In this case, A should execute first followed by B which is then followed by C. After which D gets executed and finally task E finished which depends on D.

One way I can envision doing this is using a breadth or depth first search to visit all the nodes and then checking at each node if all the parents have been finished. If yes, I start that task and I keep doing this till all the tasks have been started.

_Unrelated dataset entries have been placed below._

package planarize

import (
	"fmt"
	"runtime"
	"slices"
	"testing"

	"github.com/gridwood/gridwood/internal/graphgen"
)

// reportPerEdge adds ns/edge and B/edge to a benchmark that ran fn b.N times.
func reportPerEdge(b *testing.B, m int, fn func()) {
	var before, after runtime.MemStats
	runtime.ReadMemStats(&before)
	for b.Loop() {
		fn()
	}
	runtime.ReadMemStats(&after)
	m = max(m, 1)
	b.ReportMetric(float64(b.Elapsed().Nanoseconds())/float64(b.N)/float64(m), "ns/edge")
	b.ReportMetric(float64(after.TotalAlloc-before.TotalAlloc)/float64(b.N)/float64(m), "B/edge")
}

// depthFirstLabels renumbers vertices in depth-first preorder and sorts the
// edges by their smaller end, as place.Draw does before these stages run
// (a local copy: this package cannot import place).
func depthFirstLabels(n int, edges [][2]int32) [][2]int32 {
	g := newCSR(n, edges)
	id := make([]int32, n)
	for v := range id {
		id[v] = -1
	}
	next := int32(0)
	cursor := append([]int32(nil), g.start[:n]...)
	var stack []int32
	for s := range n {
		if id[s] >= 0 {
			continue
		}
		id[s] = next
		next++
		stack = append(stack[:0], int32(s))
		for len(stack) > 0 {
			v := stack[len(stack)-1]
			if cursor[v] == g.start[v+1] {
				stack = stack[:len(stack)-1]
				continue
			}
			d := g.adj[cursor[v]]
			cursor[v]++
			if w := edges[d>>1][1-d&1]; id[w] < 0 {
				id[w] = next
				next++
				stack = append(stack, w)
			}
		}
	}
	out := make([][2]int32, len(edges))
	for i, e := range edges {
		out[i] = [2]int32{id[e[0]], id[e[1]]}
	}
	slices.SortStableFunc(out, func(a, b [2]int32) int { return int(min(a[0], a[1]) - min(b[0], b[1])) })
	return out
}

// BenchmarkStage measures the planarity stages on the benchmark families
// (see bench/run), on the renumbered input the command gives them: embed is
// the left-right test with its embedding, subgraph the maximal planar
// subgraph of a triangulation plus 10 edges.
func BenchmarkStage(b *testing.B) {
	for _, n := range graphgen.StageSizes {
		for _, g := range graphgen.StageFamilies(n) {
			simple, _ := Simplify(g.N, depthFirstLabels(g.N, g.Edges))
			b.Run(fmt.Sprintf("embed/%s", g.Name), func(b *testing.B) {
				reportPerEdge(b, len(simple), func() { Embed(g.N, simple) })
			})
		}
		x := graphgen.PlanarPlusExtra(n, 10, 1)
		xe := depthFirstLabels(x.N, x.Edges)
		b.Run(fmt.Sprintf("subgraph/%s", x.Name), func(b *testing.B) {
			reportPerEdge(b, len(xe), func() { MaximalPlanar(x.N, xe, SubgraphOptions{}) })
		})
	}
}
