package planarize

// Components returns the number of connected components, isolated vertices
// included.
func (e *Embedding) Components() int {
	_, count := e.componentLabels()
	return int(count)
}

// ComponentLabels labels the vertices by connected component, numbering
// components by their smallest vertex, and lists each component's vertices
// in increasing order.
func (e *Embedding) ComponentLabels() (label []int32, members [][]int32) {
	label, count := e.componentLabels()
	start, flat := groupByLabel(label, int(count))
	members = make([][]int32, count)
	for c := range members {
		members[c] = flat[start[c]:start[c+1]:start[c+1]]
	}
	return label, members
}

// componentLabels labels the vertices as ComponentLabels does and returns
// the number of components.
func (e *Embedding) componentLabels() (label []int32, count int32) {
	if label, count, ok := e.intervalLabels(); ok {
		return label, count
	}
	n := e.N()
	label = make([]int32, n)
	for v := range label {
		label[v] = -1
	}
	var stack []int32
	for s := int32(0); int(s) < n; s++ {
		if label[s] >= 0 {
			continue
		}
		label[s] = count
		stack = append(stack[:0], s)
		for len(stack) > 0 {
			v := stack[len(stack)-1]
			stack = stack[:len(stack)-1]
			f := e.first[v]
			if f < 0 {
				continue
			}
			for d := f; ; {
				if w := e.Head(d); label[w] < 0 {
					label[w] = count
					stack = append(stack, w)
				}
				if d = e.next[d]; d == f {
					break
				}
			}
		}
		count++
	}
	return label, count
}

// intervalLabels finds the components in two sequential passes when each
// is an interval of vertex numbers, as after a depth-first renumbering, and
// reports false otherwise. The intervals are the stretches no edge leaves;
// such a stretch is connected when each of its vertices but the first has
// a smaller neighbour in it, since following smaller neighbours then leads
// every vertex to the first.
func (e *Embedding) intervalLabels() (label []int32, count int32, ok bool) {
	n := e.N()
	reach := make([]int32, n) // the largest neighbour, or the vertex itself
	below := make([]bool, n)  // has a smaller neighbour
	for v := range reach {
		reach[v] = int32(v)
	}
	for _, ed := range e.edges {
		lo, hi := min(ed[0], ed[1]), max(ed[0], ed[1])
		reach[lo] = max(reach[lo], hi)
		below[hi] = true
	}
	label = make([]int32, n)
	first, far := 0, int32(-1)
	for v := range n {
		if v > first && !below[v] {
			return nil, 0, false
		}
		label[v] = count
		far = max(far, reach[v])
		if far == int32(v) {
			count++
			first = v + 1
		}
	}
	return label, count, true
}

// groupByLabel lists the indices of label grouped by their label (each in
// 0..count-1), in increasing order within a group: group c is
// flat[start[c]:start[c+1]]. A counting sort, linear in len(label)+count.
func groupByLabel(label []int32, count int) (start, flat []int32) {
	start = make([]int32, count+1)
	for _, c := range label {
		start[c+1]++
	}
	for c := 1; c <= count; c++ {
		start[c] += start[c-1]
	}
	flat = make([]int32, len(label))
	fill := append([]int32(nil), start[:count]...)
	for i, c := range label {
		flat[fill[c]] = int32(i)
		fill[c]++
	}
	return start, flat
}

I was wondering if there are any more sophisticated/efficient solution to this problem rather than traversing the graph many times?

Luca
  • 10,458
  • 24
  • 107
  • 234
  • 2
    I think the problem you described is that of [topological sorting](https://en.wikipedia.org/wiki/Topological_sorting). – arekolek Aug 02 '16 at 12:04
  • Possible duplicate of [How can I order a list of connections](http://stackoverflow.com/questions/16409486/how-can-i-order-a-list-of-connections) – arekolek Aug 02 '16 at 12:15
  • Is it graph traversal or tree traversal? What is expected output for `C_3`? – xenteros Aug 02 '16 at 12:25

3 Answers3

2

It depends on your graph data structure.

You can use BFS if your graph is stored as nodes, as you will navigate from the root (maximal task dependancy) to the leaves (minimal task dependancy) by going from siblings to siblings (tasks with same level of dependancy).

If your graph is stored as adjacency list as you explained, you sould do a topological sort, to get from the maximal task dependancy to the minimal task dependancy progressively.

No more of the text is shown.